# Is starting my own business a option?



## CJ21 (Aug 11, 2007)

Since I been unempolyed for almost a year, I am wondering if starting my own business a good idea. Or should I wait out this economy. Most of my skills in cabinets and home repair such as rotten wood replacements and things of that nature.


----------



## A. Spruce (Aug 6, 2010)

Going from an employee to being a business owner is a big step. If you have a business mind or know of someone who does that you can rely on, you should be ok. Make sure that you're licensed, insured, and have all the other state and local requirements fulfilled before starting. Know what your lien rights are, and come up with a good working contract so that your arse is covered if/when you come across a PITA customer.

If you're going to have to make a large investment in tooling for your new business, you may want to continue looking for employment rather than spend your cash reserves. Owning a business does not guarantee success, but it is within your grasp if you work smart and plan ahead.


----------



## Darwin (Apr 7, 2009)

CJ21 said:


> Since I been unempolyed for almost a year, I am wondering if starting my own business a good idea. Or should I wait out this economy. Most of my skills in cabinets and home repair such as rotten wood replacements and things of that nature.

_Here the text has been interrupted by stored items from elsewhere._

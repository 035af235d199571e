//! Fits of the rival rate functions to the levels and weights of the main fit.
//!
//! Every rival sees the same points with the same weights 1/(e^2 + w^2). A free threshold makes the cost of a curve
//! without noise fall apart into pieces between neighbouring drives, with a minimum in several of them, and for curves
//! that start with an infinite slope also exactly at a drive whose level is silent. So starts lie between and at the
//! drives around the onset, each with its best scale, and the best few are followed.

use super::leave_one_out::{LeftOut, leave_one_level_out};
use super::main_fit::covariance;
use super::objective::Levels;
use super::solver::{LeastSquares, NormalSums, Solution, SolverOptions, minimise};
use crate::curve::Curve;
use crate::curve::hill::hill;
use crate::curve::hyperbola::hyperbola;
use crate::curve::logistic::logistic;
use crate::curve::ramp::ramp;
use crate::curve::refractory_integrator::refractory_integrator;
use crate::curve::square_root::square_root;

/// Starts followed to their minimum, of those with a free threshold and of those with one held at a drive.
const FOLLOWED: [usize; 2] = [5, 2];
/// Most thresholds tried.
const THRESHOLDS: usize = 10;
/// Thresholds below the smallest drive that are tried when that already fires, as fractions of the range of drives.
const BELOW: [f64; 3] = [0.05, 0.3, 1.0];
/// Smallest threshold: this many ranges below the smallest drive.
const THRESHOLD_BELOW: f64 = 10.0;
/// Half-rises and widths tried, as fractions of the drives above threshold.
const WIDTHS: [f64; 4] = [0.05, 0.2, 0.7, 3.0];
/// Hill exponents tried.
const EXPONENTS: [f64; 3] = [0.6, 1.5, 4.0];
/// Smallest and largest exponent.
const EXPONENT_BOUNDS: [f64; 2] = [0.05, 50.0];
/// Smallest and largest scale in Hz, half-rise and width, as multiples of the peak rate and the range of drives.
const WIDE: [f64; 2] = [1e-6, 1e6];
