impl Table for Parameters {
    type Row<'a> = ResponseRow<'a>;
    const NAME: &'static str = "parameters";
    const CARRIES: bool = true;
    #[rustfmt::skip]
    const COLUMNS: &'static [C<Self>] = &[
        C::text("cell", CELL, |r| Some(&r.cell.id.0)),
        C::text("group", "Group of the cell from the cell table", |r| r.cell.group.as_deref()),
        C::text("response", RESPONSE, |r| Some(r.response.response.name())),
        C::text("status", "Why there is a fit or none, in one word: fitted, not-converged, silent, too-few-levels, no-steps or refused", |r| Some(r.response.status.name())),
        C::text("reason", "The status in a sentence", |r| Some(&r.response.reason)),
        C::text("drive", "Kind of drive: current or conductance", |r| Some(r.cell.drive_kind.name())),
        C::text("drive_unit", "SI symbol of the drive of this row", |r| Some(r.cell.drive_kind.unit())),
        C::count("steps", "Steps used by the fit, or that would have been", |r| r.response.steps as u64),
        C::count("levels", "Distinct drives among those steps", |r| r.response.levels as u64),
        C::count("spikes", "Spikes inside the response windows of all steps", |r| r.response.spikes as u64),
        C::real("drive_min", Unit::Drive, "Smallest drive used", |r| r.response.drive_min),
        C::real("drive_max", Unit::Drive, "Largest drive used", |r| r.response.drive_max),
        C::real("peak_rate_Hz", HZ, "Largest mean rate over the steps of one drive", |r| r.response.peak_rate_hz),
        C::real("max_rate_Hz", HZ, "Max rate: ceiling that the fitted rate approaches", |r| r.response.max_rate.value),
        C::real("max_rate_Hz_se", HZ, SE, |r| r.response.max_rate.se),
        C::real("max_rate_Hz_lo", HZ, LO, |r| r.response.max_rate.lo),
        C::real("max_rate_Hz_hi", HZ, HI, |r| r.response.max_rate.hi),
        C::real("half_rise", Unit::Drive, "Half-rise: drive above threshold at which a noise-free cell fires at half its max rate", |r| r.response.half_rise.value),
        C::real("half_rise_se", Unit::Drive, SE, |r| r.response.half_rise.se),
        C::real("half_rise_lo", Unit::Drive, LO, |r| r.response.half_rise.lo),
        C::real("half_rise_hi", Unit::Drive, HI, |r| r.response.half_rise.hi),
        C::real("threshold", Unit::Drive, "Threshold: drive at which a noise-free cell starts to fire", |r| r.response.threshold.value),
        C::real("threshold_se", Unit::Drive, SE, |r| r.response.threshold.se),
        C::real("threshold_lo", Unit::Drive, LO, |r| r.response.threshold.lo),
        C::real("threshold_hi", Unit::Drive, HI, |r| r.response.threshold.hi),
        C::real("noise_sd", Unit::Drive, "Standard deviation of the Gaussian input noise", |r| r.response.noise_sd.value),
        C::real("noise_sd_se", Unit::Drive, SE, |r| r.response.noise_sd.se),
        C::real("noise_sd_lo", Unit::Drive, LO, |r| r.response.noise_sd.lo),
        C::real("noise_sd_hi", Unit::Drive, HI, |r| r.response.noise_sd.hi),
        C::real("initial_gain", Unit::HzPerDrive, "Initial gain: max rate over half-rise, the slope of a noise-free cell at threshold", |r| r.response.initial_gain.value),
        C::real("initial_gain_se", Unit::HzPerDrive, SE, |r| r.response.initial_gain.se),
        C::real("initial_gain_lo", Unit::HzPerDrive, LO, |r| r.response.initial_gain.lo),
        C::real("initial_gain_hi", Unit::HzPerDrive, HI, |r| r.response.initial_gain.hi),
        C::<Self>::real("v_threshold_mV", MILLIVOLT, V_THRESHOLD, |_| None).when(When::Kind(DriveKind::Conductance)),
        C::<Self>::real("v_threshold_mV_se", MILLIVOLT, "Standard error of v_threshold_mV; not estimated yet by this version", |_| None).when(When::Kind(DriveKind::Conductance)),
        C::<Self>::real("v_threshold_mV_lo", MILLIVOLT, "Lower 95 % bound of v_threshold_mV; not estimated yet by this version", |_| None).when(When::Kind(DriveKind::Conductance)),
        C::<Self>::real("v_threshold_mV_hi", MILLIVOLT, "Upper 95 % bound of v_threshold_mV; not estimated yet by this version", |_| None).when(When::Kind(DriveKind::Conductance)),
        C::<Self>::real("max_rate_Hz_percentile_lo", HZ, PERCENTILE, |r| r.boot(|b| b.max_rate).map(|i| i.percentile[0])).when(When::Bootstrap),
        C::<Self>::real("max_rate_Hz_percentile_hi", HZ, PERCENTILE, |r| r.boot(|b| b.max_rate).map(|i| i.percentile[1])).when(When::Bootstrap),
        C::<Self>::real("max_rate_Hz_bca_lo", HZ, BCA, |r| r.boot(|b| b.max_rate).and_then(|i| i.bca).map(|i| i[0])).when(When::Bootstrap),
        C::<Self>::real("max_rate_Hz_bca_hi", HZ, BCA, |r| r.boot(|b| b.max_rate).and_then(|i| i.bca).map(|i| i[1])).when(When::Bootstrap),
        C::<Self>::real("half_rise_percentile_lo", Unit::Drive, PERCENTILE, |r| r.boot(|b| b.half_rise).map(|i| i.percentile[0])).when(When::Bootstrap),
        C::<Self>::real("half_rise_percentile_hi", Unit::Drive, PERCENTILE, |r| r.boot(|b| b.half_rise).map(|i| i.percentile[1])).when(When::Bootstrap),
        C::<Self>::real("half_rise_bca_lo", Unit::Drive, BCA, |r| r.boot(|b| b.half_rise).and_then(|i| i.bca).map(|i| i[0])).when(When::Bootstrap),
        C::<Self>::real("half_rise_bca_hi", Unit::Drive, BCA, |r| r.boot(|b| b.half_rise).and_then(|i| i.bca).map(|i| i[1])).when(When::Bootstrap),
        C::<Self>::real("threshold_percentile_lo", Unit::Drive, PERCENTILE, |r| r.boot(|b| b.threshold).map(|i| i.percentile[0])).when(When::Bootstrap),
        C::<Self>::real("threshold_percentile_hi", Unit::Drive, PERCENTILE, |r| r.boot(|b| b.threshold).map(|i| i.percentile[1])).when(When::Bootstrap),
        C::<Self>::real("threshold_bca_lo", Unit::Drive, BCA, |r| r.boot(|b| b.threshold).and_then(|i| i.bca).map(|i| i[0])).when(When::Bootstrap),
        C::<Self>::real("threshold_bca_hi", Unit::Drive, BCA, |r| r.boot(|b| b.threshold).and_then(|i| i.bca).map(|i| i[1])).when(When::Bootstrap),
        C::<Self>::real("noise_sd_percentile_lo", Unit::Drive, PERCENTILE, |r| r.boot(|b| b.noise_sd).map(|i| i.percentile[0])).when(When::Bootstrap),
        C::<Self>::real("noise_sd_percentile_hi", Unit::Drive, PERCENTILE, |r| r.boot(|b| b.noise_sd).map(|i| i.percentile[1])).when(When::Bootstrap),
        C::<Self>::real("noise_sd_bca_lo", Unit::Drive, BCA, |r| r.boot(|b| b.noise_sd).and_then(|i| i.bca).map(|i| i[0])).when(When::Bootstrap),
        C::<Self>::real("noise_sd_bca_hi", Unit::Drive, BCA, |r| r.boot(|b| b.noise_sd).and_then(|i| i.bca).map(|i| i[1])).when(When::Bootstrap),
        C::<Self>::real("initial_gain_percentile_lo", Unit::HzPerDrive, PERCENTILE, |r| r.boot(|b| b.initial_gain).map(|i| i.percentile[0])).when(When::Bootstrap),
        C::<Self>::real("initial_gain_percentile_hi", Unit::HzPerDrive, PERCENTILE, |r| r.boot(|b| b.initial_gain).map(|i| i.percentile[1])).when(When::Bootstrap),
        C::<Self>::real("initial_gain_bca_lo", Unit::HzPerDrive, BCA, |r| r.boot(|b| b.initial_gain).and_then(|i| i.bca).map(|i| i[0])).when(When::Bootstrap),
        C::<Self>::real("initial_gain_bca_hi", Unit::HzPerDrive, BCA, |r| r.boot(|b| b.initial_gain).and_then(|i| i.bca).map(|i| i[1])).when(When::Bootstrap),
        C::<Self>::real("resamples", Unit::One, "Resamples of the bootstrap; null: no bootstrap for this row", |r| r.response.bootstrap.as_ref().map(|b| b.resamples as f64)).when(When::Bootstrap),
        C::<Self>::real("resamples_failed", Unit::One, "Resamples whose fit did not converge, left out of the intervals", |r| r.response.bootstrap.as_ref().map(|b| b.failed as f64)).when(When::Bootstrap),
        C::real("reached", Unit::One, "Fitted rate at the largest drive used over max rate", |r| r.response.reached),
        C::real("extra_sd_Hz", HZ, "Extra SD: standard deviation between steps beyond interval noise", |r| r.response.extra_sd_hz),
        C::real("between_sd_Hz", HZ, "Part of the extra SD between repeats of a level; null where none repeats", |r| r.response.repeats.and_then(|x| x.between_sd_hz)),
        C::real("misfit_sd_Hz", HZ, "Part of the extra SD that repeats do not explain: level means about the curve", |r| r.response.repeats.and_then(|x| x.misfit_sd_hz)),
        C::real("drift_percent", Unit::Of("%"), "Change of the rate from the first repeat presented to the last, per cent of the mean rate", |r| r.response.repeats.and_then(|x| x.drift_percent)),
        C::real("drift_p", Unit::One, "Two-sided p-value of no drift", |r| r.response.repeats.and_then(|x| x.drift_p)),
        C::real("interval_cv", Unit::One, "Coefficient of variation of the cell's intervals on which the standard errors of its rates rest", |r| r.response.interval_cv),
        C::text("ceiling", "Verdict on the maximum: resolved, loose, open, declining or silent", |r| r.response.ceiling.map(Ceiling::name)),
        C::truth("usable", "Converged, ceiling resolved or loose, and no flag of severity reject", |r| r.response.usable),
        C::flag_names("flags", "Names of the flags raised; flags.parquet has their figures", |r| &r.response.flags),
        C::reals("covariance", Unit::None, "Covariance, 16 values row-major, of ln max rate, ln half-rise, threshold, ln noise SD; null: not estimated", |r| r.response.covariance.as_ref().map(|c| c.as_slice())),
    ];

    fn carried<'a>(row: &'a ResponseRow<'a>) -> Option<&'a [Option<Arc<str>>]> {
        Some(&row.cell.carried)
    }
}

You might have waited too long before thinking to start your own business. A year of unemployement can reek havoc on the pocketbook as well as emotional stuff. I feel for you. I think the best option at this point is to align yourself with a company that produces cabinets or find someone you can go out and do repairs with, and earn money until you get on your feet. Good luck.


----------



## tazmanian (Jul 22, 2010)

good idea - however statistically speaking - most employees that start their own business fail within the first 18 months. biggest reason is lack of capital; and of course no sales. been in my own business for over two decades and seen lots come and go..................................i am all for being your own boss but make sure you have plenty of money and insurance.
good luck...................:thumbsup:


----------



## CJ21 (Aug 11, 2007)

I done spent my cash reserves, I have the tools to build the cabinets. Expect the shaper. I got a 10'' Unisaw, 13'' planer, 6-1/8'' jointer, drill press, mortiser, miter saw and vs hand and portable power tools. Oh by the way I have a kreg jig. :laughing:


----------



## TBFGhost (Oct 9, 2008)

CJ21 said:


> Oh by the way I have a kreg jig. :laughing:


 

:thumbsup: GOOD MAN! The more you use....the more and MORE you will use it. if you know what i mean. And I see you HAVE spend some $$$ on tools with all those other bigger items. :thumbsup:


----------



## CJ21 (Aug 11, 2007)

I hate to say it but most of my tools I got for free! :clap:


----------



## A. Spruce (Aug 6, 2010)

CJ21 said:


> I hate to say it but most of my tools I got for free! :clap:


Free is a very good price.:thumbsup:


----------



## Mike Finley (Apr 28, 2004)

CJ21 said:


> I done spent my cash reserves, I have the tools to build the cabinets. Expect the shaper. I got a 10'' Unisaw, 13'' planer, 6-1/8'' jointer, drill press, mortiser, miter saw and vs hand and portable power tools. Oh by the way I have a kreg jig. :laughing:


Sounds like you're a sure thing. :thumbup:

Hell, why stop at starting just one business though, why not shoot a little higher and maybe fire up two ?


----------



## CJ21 (Aug 11, 2007)

Mike, I am really thinking hard on this! :clap::thumbsup:


----------



## mrmike (Dec 9, 2008)

Your unemployed-you have the skills-What are you waiting for ??? This is the perfect time to take the chance...........................


----------



## mikeswoods (Oct 11, 2008)

CJ--Start out doing smaller,simple built ins ,like book cases. If you are not working now you can get your skills up to speed (and your confidence)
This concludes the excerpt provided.